Analyst · Gabelli & Company.

Yes, I think as Dick mentioned, we had a very large quarter in our children's book business last year, and we are expecting growth again on that this year, so that is something that is anticipated in the fourth quarter. And the fairs moving to the fourth quarter, we're expecting growth from that as well. I think if you look at our year-to-date numbers, because of our results, particularly in international due to FX, as well as the impact of buying the US dollar product, you look at the year-to-date results, although we're up in revenue, there has been an impact on our margins, and also the strike in Ontario affected our results in the year-to-date period. So on a year-to-date basis if you look at our operating income, it is still down from the prior year. So we need to increase our operating income in the fourth quarter to meet our guidance.

Barry Lucas

Analyst · Gabelli & Company.

Okay. One question about the real estate and the investment that you are making in the building, currently. If I were a high-end retailer, such as many of the tenants in and around the neighborhood. I would probably want to have some meaningful input into the renovation, reconstruction, and the look of my selling space. So you're putting money into the building ahead of a tenant being signed up. I'm just wondering how you balance that.

Dick Robinson

Analyst · Gabelli & Company.

Well, there are two parts of this, Barry. First, we're simply clearing out the retail space on the first floor, which as you know, having come into the building, we have to take out the escalators, the elevators and so forth and so on in that space, as well as preparing the box for the retailer. Our discussions with retailers have already begun, so as we make the basic adjustments, we're already in touch with them and also our current tenants, Sephora and Hugo Boss, about what we are doing in the building. So both new retailers that we would be talking to, as well as our existing tenants, are very much aware of what we're doing in the building, and have input into it.
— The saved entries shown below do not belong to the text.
"""The yardstick solves the same equation, to the accuracy it claims."""

import numpy as np
import pytest

from solver.experiment import Experiment, Span, with_changes
from solver.grid import Grid
from solver.propagation import propagate, relative_error
from solver.relation import input_response
from solver.source import draw, synthesize
from solver.statistics import central
from tests.benchmarks import plain

GRID = Grid(1024, 1.0)
SPAN = Span(length_km=8.0, beta2_ps2_per_km=16.6, loss_db_per_km=0.24, gamma_per_w_km=2.5)


def _fields(realizations: int, power_mw: float) -> np.ndarray:
    experiment = with_changes(
        Experiment(),
        {
            "launch.total_power_mw": power_mw,
            "ensemble.samples": GRID.samples,
            "ensemble.window_ps": GRID.window_ps,
        },
    )
    return synthesize(draw(3, range(realizations), GRID), input_response(experiment, GRID))


def _fibre(span: Span) -> plain.Fibre:
    assert span.beta2_ps2_per_km is not None
    return plain.Fibre(
        span.length_km,
        span.beta2_ps2_per_km,
        span.loss_db_per_km,
        span.gamma_per_w_km,
        *span.kerr_coefficients(),
    )


@pytest.mark.parametrize("coupling", ["manakov", "linear_birefringent", "uncoupled"])
@pytest.mark.parametrize("tolerance", [1e-2, 1e-3, 1e-4])
def test_its_steps_keep_the_error_it_claims(coupling: str, tolerance: float) -> None:
    """Steps are as few as can be: the error found is the true one, and near the tolerance."""
    span = SPAN.model_copy(update={"coupling": coupling})
    field = _fields(1, 100.0)
    truth = propagate(field, time_step_ps=GRID.time_step_ps, line=[span], tolerance=1e-8)
    assert truth.outcome.kind == "completed"
    steps, claimed = plain.steps_for(field[0], GRID.time_step_ps, _fibre(span), tolerance)
    found = plain.propagate(field[0], GRID.time_step_ps, _fibre(span), steps)
    error = relative_error(found[None], truth.field)
    assert claimed <= tolerance
    assert error == pytest.approx(claimed, rel=0.15)
    fewer = plain.propagate(field[0], GRID.time_step_ps, _fibre(span), int(0.85 * steps) - 1)
    assert relative_error(fewer[None], truth.field) > tolerance


def test_it_estimates_what_the_study_estimates() -> None:
    """Same moments, same ratio, over realizations together."""
    fields = _fields(3, 50.0)
    each = [plain.moments(field) for field in fields]
    mean = np.mean(each, axis=0)
    assert plain.central_correlation(each) == pytest.approx(float(central(mean)), rel=1e-12)
    i1, i2 = (np.abs(fields[:, j]).ravel() ** 2 for j in range(2))
    assert plain.central_correlation(each) == pytest.approx(np.corrcoef(i1, i2)[0, 1], rel=1e-10)
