"""Full width at half maximum of a spectrum known with errors."""

import numpy as np

from solver.accumulators import Estimate

FEWEST_BINS = 4
"""A spectrum narrower than this many bins of its axis has no width to be read off."""
SMOOTHING = 0.15
"""Width of the smoothing before the maximum is looked for, in units of 1/τc: it keeps the
highest of many uncertain bins from passing for the maximum. A Gaussian spectrum is 0.66/τc wide."""


def half_maximum_width(
    density: Estimate, spacing: float, coherence_bandwidth: float, resolution: float = 0.0
) -> Estimate:
    """Distance of the outermost crossings of half the maximum, and its standard error.

    density: on an even axis, errors of bins independent of each other but for a Gaussian of full
    width ``resolution`` that smoothed it. spacing: of the axis; coherence_bandwidth: 1/τc in the
    same unit, which sets another Gaussian smoothing, whose width is taken off again in
    quadrature. nan where the spectrum is too narrow for the axis.
    """
    unknown = Estimate(np.array([np.nan]), np.array([np.nan]))
    if not coherence_bandwidth >= FEWEST_BINS * spacing:
        return unknown
    width = SMOOTHING * coherence_bandwidth
    reach = int(2.0 * width / spacing)
    kernel = np.exp(-4.0 * np.log(2.0) * (np.arange(-reach, reach + 1) * spacing / width) ** 2)
    kernel /= kernel.sum()
    smooth = np.convolve(density.value, kernel, "same")
    variance = np.convolve(density.standard_error**2, kernel**2, "same")
    # Σk² of a Gaussian of full width W is single/W: what neighbours share is not averaged away.
    single = np.sqrt(2.0 * np.log(2.0) / np.pi) * spacing
    before, own = max(resolution, single), max(width, single)
    variance *= before * own / (single * np.sqrt(before**2 + own**2 - single**2))
    peak = int(np.argmax(smooth))
    half = 0.5 * smooth[peak]
    above = np.flatnonzero(smooth >= half)
    first, last = int(above[0]), int(above[-1])
    if half <= 0.0 or first == 0 or last + 1 == len(smooth):
        return unknown
    rise, fall = smooth[first] - smooth[first - 1], smooth[last] - smooth[last + 1]
    found = (last + (smooth[last] - half) / fall) - (first - (smooth[first] - half) / rise)
    found *= spacing
    spread = variance[first] / rise**2 + variance[last] / fall**2
    spread += 0.25 * variance[peak] * (1.0 / rise + 1.0 / fall) ** 2
    true = np.sqrt(max(found**2 - (width if reach else 0.0) ** 2, spacing**2))
    error = np.sqrt(spread) * spacing * found / true
    return Estimate(np.array([true]), np.array([error]))
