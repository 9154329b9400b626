"""What is handed to workers and what they hand back: plain data that pickles small."""

from dataclasses import dataclass, field
from typing import ClassVar

import numpy as np

from solver.experiment import Experiment
from solver.grid import Field, Real
from solver.result import LinearRegime, Picture


@dataclass(frozen=True)
class Task:
    """One piece of work of a study; ``key`` is unique in it, larger ``priority`` goes first."""

    kind: ClassVar[str]
    key: str
    variant: int
    point: int
    priority: int
    experiment: Experiment = field(repr=False)


@dataclass(frozen=True)
class RoundTask(Task):
    """Realizations ``first`` to ``first + count − 1`` of a point, on a time step divided by
    ``refinement``; ``steps`` is None in the first round, which finds them, ``fewest`` or more."""

    kind: ClassVar[str] = "round"
    first: int
    count: int
    refinement: int
    steps: int | None
    fewest: int = 1


@dataclass(frozen=True)
class MapTask(Task):
    """Part ``part`` of the map of realization 0, on a time step divided by ``refinement``;
    ``field`` is None at the launch."""

    kind: ClassVar[str] = "map"
    part: int
    refinement: int = 1
    field: Field | None = None


@dataclass(frozen=True)
class Findings:
    """What the first round finds out for the whole point."""

    steps: int
    discretization_error: float
    picture: Picture
    linear: LinearRegime


@dataclass(frozen=True)
class RoundOutcome:
    """Features of a round's realizations, or the outcome that ended it early.

    ``steps_too_long`` asks for the point to be begun again with more than ``steps`` steps.
    blocks: (realizations, block features); sums: (2, mean features).
    """

    outcome: str
    advice: str = ""
    blocks: Real = field(default_factory=lambda: np.zeros((0, 0)))
    sums: Real = field(default_factory=lambda: np.zeros((2, 0)))
    transforms: int = 0
    steps: int = 0
    findings: Findings | None = None


@dataclass(frozen=True)
class MapPart:
    """Rows of a map from ``first_row`` on, and the field to go on with (None: the last part).

    Without a picture where the field did not fit its grid, as ``outcome`` then says.
    """

    outcome: str
    first_row: int = 0
    picture: Picture | None = None
    field: Field | None = None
It's a good question. But I think we are covered for our partnership with the new retailer coming into the building. We're not going to create a space that they don't want, and we've given a great deal of thought to that already, as we have thought about our second floor, and how that might work.

Barry Lucas

Analyst · Gabelli & Company.

Great. Thanks, Dick.

Operator

Operator

[Operator Instructions] And I'm not showing any further questions at this time.

Dick Robinson

Analyst

In that case, we want to thank you all. We had a strong third quarter. We look forward to our fiscal year-end call in July, and we will talk to you further again. Thanks so much for your interest in Scholastic.

Operator

Operator

Ladies and gentlemen, this does conclude today's presentation. You may now disconnect, and have a wonderful day.